Saved entries
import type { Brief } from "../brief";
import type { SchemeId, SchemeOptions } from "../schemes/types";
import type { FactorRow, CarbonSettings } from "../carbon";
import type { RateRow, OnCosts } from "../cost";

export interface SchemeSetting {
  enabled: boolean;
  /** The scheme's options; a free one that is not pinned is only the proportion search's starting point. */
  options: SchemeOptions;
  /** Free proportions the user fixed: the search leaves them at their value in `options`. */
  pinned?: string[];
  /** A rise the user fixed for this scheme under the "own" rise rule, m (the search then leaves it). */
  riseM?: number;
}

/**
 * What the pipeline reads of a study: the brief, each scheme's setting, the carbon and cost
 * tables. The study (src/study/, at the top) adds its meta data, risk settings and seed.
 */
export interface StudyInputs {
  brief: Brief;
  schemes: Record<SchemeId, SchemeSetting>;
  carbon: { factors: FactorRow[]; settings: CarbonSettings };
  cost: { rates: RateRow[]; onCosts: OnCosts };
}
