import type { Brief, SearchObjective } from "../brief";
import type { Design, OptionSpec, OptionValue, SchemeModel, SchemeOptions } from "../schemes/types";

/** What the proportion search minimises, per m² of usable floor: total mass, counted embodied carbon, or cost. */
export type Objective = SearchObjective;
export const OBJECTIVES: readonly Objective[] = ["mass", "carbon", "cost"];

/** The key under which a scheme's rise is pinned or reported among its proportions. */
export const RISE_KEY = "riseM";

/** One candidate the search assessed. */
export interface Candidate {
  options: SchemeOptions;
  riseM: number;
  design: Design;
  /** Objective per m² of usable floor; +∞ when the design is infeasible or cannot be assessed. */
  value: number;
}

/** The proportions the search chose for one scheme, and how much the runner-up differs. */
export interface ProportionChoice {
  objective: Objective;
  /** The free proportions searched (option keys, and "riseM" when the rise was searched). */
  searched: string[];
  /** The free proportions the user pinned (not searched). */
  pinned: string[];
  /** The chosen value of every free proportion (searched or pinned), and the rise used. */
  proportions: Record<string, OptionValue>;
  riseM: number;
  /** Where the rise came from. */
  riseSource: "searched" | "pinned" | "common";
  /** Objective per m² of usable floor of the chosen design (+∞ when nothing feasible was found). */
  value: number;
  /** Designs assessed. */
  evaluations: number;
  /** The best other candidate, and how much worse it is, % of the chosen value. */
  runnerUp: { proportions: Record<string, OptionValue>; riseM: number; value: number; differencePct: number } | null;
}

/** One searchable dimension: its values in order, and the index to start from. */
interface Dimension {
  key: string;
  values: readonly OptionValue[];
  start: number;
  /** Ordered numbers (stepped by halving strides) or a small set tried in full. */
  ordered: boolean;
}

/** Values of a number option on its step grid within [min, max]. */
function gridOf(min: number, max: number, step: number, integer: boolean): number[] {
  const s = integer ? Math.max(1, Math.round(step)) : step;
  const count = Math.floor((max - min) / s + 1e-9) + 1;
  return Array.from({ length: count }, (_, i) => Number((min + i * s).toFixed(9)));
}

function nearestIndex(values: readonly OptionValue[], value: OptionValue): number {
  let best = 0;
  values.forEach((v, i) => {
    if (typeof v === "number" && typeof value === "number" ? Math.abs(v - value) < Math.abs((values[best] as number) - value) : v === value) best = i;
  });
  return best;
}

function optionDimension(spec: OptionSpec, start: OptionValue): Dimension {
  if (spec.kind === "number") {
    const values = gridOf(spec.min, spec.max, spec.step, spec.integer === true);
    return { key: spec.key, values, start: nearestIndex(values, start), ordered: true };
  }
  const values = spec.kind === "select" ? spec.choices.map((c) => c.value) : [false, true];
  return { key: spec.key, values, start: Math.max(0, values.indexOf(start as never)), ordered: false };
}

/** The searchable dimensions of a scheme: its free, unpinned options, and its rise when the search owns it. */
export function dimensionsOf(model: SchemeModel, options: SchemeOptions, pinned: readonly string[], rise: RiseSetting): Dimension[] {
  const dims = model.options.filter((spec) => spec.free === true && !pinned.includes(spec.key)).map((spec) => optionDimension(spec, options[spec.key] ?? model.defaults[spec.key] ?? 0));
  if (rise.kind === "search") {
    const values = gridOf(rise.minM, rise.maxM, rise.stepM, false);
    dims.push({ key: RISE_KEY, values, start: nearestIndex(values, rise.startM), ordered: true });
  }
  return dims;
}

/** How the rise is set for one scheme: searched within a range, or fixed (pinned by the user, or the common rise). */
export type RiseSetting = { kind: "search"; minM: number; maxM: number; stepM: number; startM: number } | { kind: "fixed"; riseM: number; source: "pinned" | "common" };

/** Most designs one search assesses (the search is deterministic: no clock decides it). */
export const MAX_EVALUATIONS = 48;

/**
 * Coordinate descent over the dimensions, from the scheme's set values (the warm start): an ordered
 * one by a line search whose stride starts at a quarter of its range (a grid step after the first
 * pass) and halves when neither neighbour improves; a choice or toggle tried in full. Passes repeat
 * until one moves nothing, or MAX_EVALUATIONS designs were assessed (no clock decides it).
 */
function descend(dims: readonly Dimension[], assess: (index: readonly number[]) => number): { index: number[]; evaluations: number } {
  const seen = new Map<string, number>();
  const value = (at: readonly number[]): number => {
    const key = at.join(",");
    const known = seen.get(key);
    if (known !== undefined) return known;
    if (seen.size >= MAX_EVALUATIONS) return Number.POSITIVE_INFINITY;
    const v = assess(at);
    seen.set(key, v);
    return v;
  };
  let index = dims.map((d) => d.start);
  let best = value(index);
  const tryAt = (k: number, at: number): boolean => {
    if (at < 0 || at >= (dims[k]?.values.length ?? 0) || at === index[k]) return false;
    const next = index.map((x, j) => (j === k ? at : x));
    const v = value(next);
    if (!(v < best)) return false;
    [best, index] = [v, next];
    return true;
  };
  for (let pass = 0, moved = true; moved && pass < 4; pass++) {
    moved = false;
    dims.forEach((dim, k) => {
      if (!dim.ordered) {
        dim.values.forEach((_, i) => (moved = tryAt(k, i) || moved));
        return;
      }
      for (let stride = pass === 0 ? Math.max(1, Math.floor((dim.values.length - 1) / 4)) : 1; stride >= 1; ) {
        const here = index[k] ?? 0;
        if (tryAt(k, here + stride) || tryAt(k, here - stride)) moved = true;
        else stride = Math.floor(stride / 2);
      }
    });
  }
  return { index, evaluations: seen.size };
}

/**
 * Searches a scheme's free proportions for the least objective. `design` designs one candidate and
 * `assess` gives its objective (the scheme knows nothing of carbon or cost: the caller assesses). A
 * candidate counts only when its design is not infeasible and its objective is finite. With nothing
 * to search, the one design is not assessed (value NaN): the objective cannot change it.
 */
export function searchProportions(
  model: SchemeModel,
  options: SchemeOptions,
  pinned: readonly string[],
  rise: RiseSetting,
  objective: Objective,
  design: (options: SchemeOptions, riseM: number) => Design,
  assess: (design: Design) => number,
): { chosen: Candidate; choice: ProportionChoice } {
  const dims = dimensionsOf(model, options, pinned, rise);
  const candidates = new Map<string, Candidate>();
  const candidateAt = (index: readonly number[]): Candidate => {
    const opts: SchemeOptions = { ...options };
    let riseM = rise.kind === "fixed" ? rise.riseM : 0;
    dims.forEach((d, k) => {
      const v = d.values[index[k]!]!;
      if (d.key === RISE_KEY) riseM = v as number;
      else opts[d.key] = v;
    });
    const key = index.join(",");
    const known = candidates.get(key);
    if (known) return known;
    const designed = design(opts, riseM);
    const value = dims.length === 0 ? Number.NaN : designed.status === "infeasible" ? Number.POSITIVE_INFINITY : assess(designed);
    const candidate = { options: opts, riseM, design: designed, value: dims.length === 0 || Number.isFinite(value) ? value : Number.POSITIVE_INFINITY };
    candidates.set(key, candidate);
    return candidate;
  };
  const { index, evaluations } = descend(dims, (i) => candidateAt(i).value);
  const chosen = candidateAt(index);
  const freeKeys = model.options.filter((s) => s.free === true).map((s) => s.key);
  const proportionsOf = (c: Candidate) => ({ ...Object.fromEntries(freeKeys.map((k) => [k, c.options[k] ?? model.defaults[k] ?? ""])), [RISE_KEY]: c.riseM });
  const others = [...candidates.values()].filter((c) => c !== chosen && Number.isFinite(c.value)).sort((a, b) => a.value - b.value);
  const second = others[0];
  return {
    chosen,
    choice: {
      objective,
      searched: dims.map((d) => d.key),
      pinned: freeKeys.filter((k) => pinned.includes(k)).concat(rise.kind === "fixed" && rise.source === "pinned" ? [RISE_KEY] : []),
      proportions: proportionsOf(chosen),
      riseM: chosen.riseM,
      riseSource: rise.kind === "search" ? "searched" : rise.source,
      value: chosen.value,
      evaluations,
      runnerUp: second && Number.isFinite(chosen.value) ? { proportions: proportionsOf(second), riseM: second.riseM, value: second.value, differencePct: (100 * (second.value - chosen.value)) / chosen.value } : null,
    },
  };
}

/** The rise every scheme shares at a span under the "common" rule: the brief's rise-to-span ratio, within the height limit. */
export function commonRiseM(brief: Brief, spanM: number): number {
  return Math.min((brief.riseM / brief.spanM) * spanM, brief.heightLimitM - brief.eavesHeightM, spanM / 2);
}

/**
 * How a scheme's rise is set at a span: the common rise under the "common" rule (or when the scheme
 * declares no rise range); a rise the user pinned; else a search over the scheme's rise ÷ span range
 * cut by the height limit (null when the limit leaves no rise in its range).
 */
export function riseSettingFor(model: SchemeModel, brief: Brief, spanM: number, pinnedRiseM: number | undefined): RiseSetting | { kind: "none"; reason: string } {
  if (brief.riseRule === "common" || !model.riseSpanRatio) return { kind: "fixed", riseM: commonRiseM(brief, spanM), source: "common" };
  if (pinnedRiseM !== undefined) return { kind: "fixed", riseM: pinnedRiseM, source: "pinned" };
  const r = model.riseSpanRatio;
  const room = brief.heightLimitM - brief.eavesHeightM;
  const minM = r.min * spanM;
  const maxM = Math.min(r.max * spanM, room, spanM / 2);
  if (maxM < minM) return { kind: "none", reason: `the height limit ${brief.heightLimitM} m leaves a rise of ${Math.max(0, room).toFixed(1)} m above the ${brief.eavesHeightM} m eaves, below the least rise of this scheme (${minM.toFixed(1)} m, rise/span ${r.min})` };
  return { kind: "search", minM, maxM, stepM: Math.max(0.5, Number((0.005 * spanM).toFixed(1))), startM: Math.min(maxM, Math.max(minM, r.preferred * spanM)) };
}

What to work on: Which lines of the data above contain "OnCosts"? Copy each one.

The answer:
import type { RateRow, OnCosts } from "../cost";
  cost: { rates: RateRow[]; onCosts: OnCosts };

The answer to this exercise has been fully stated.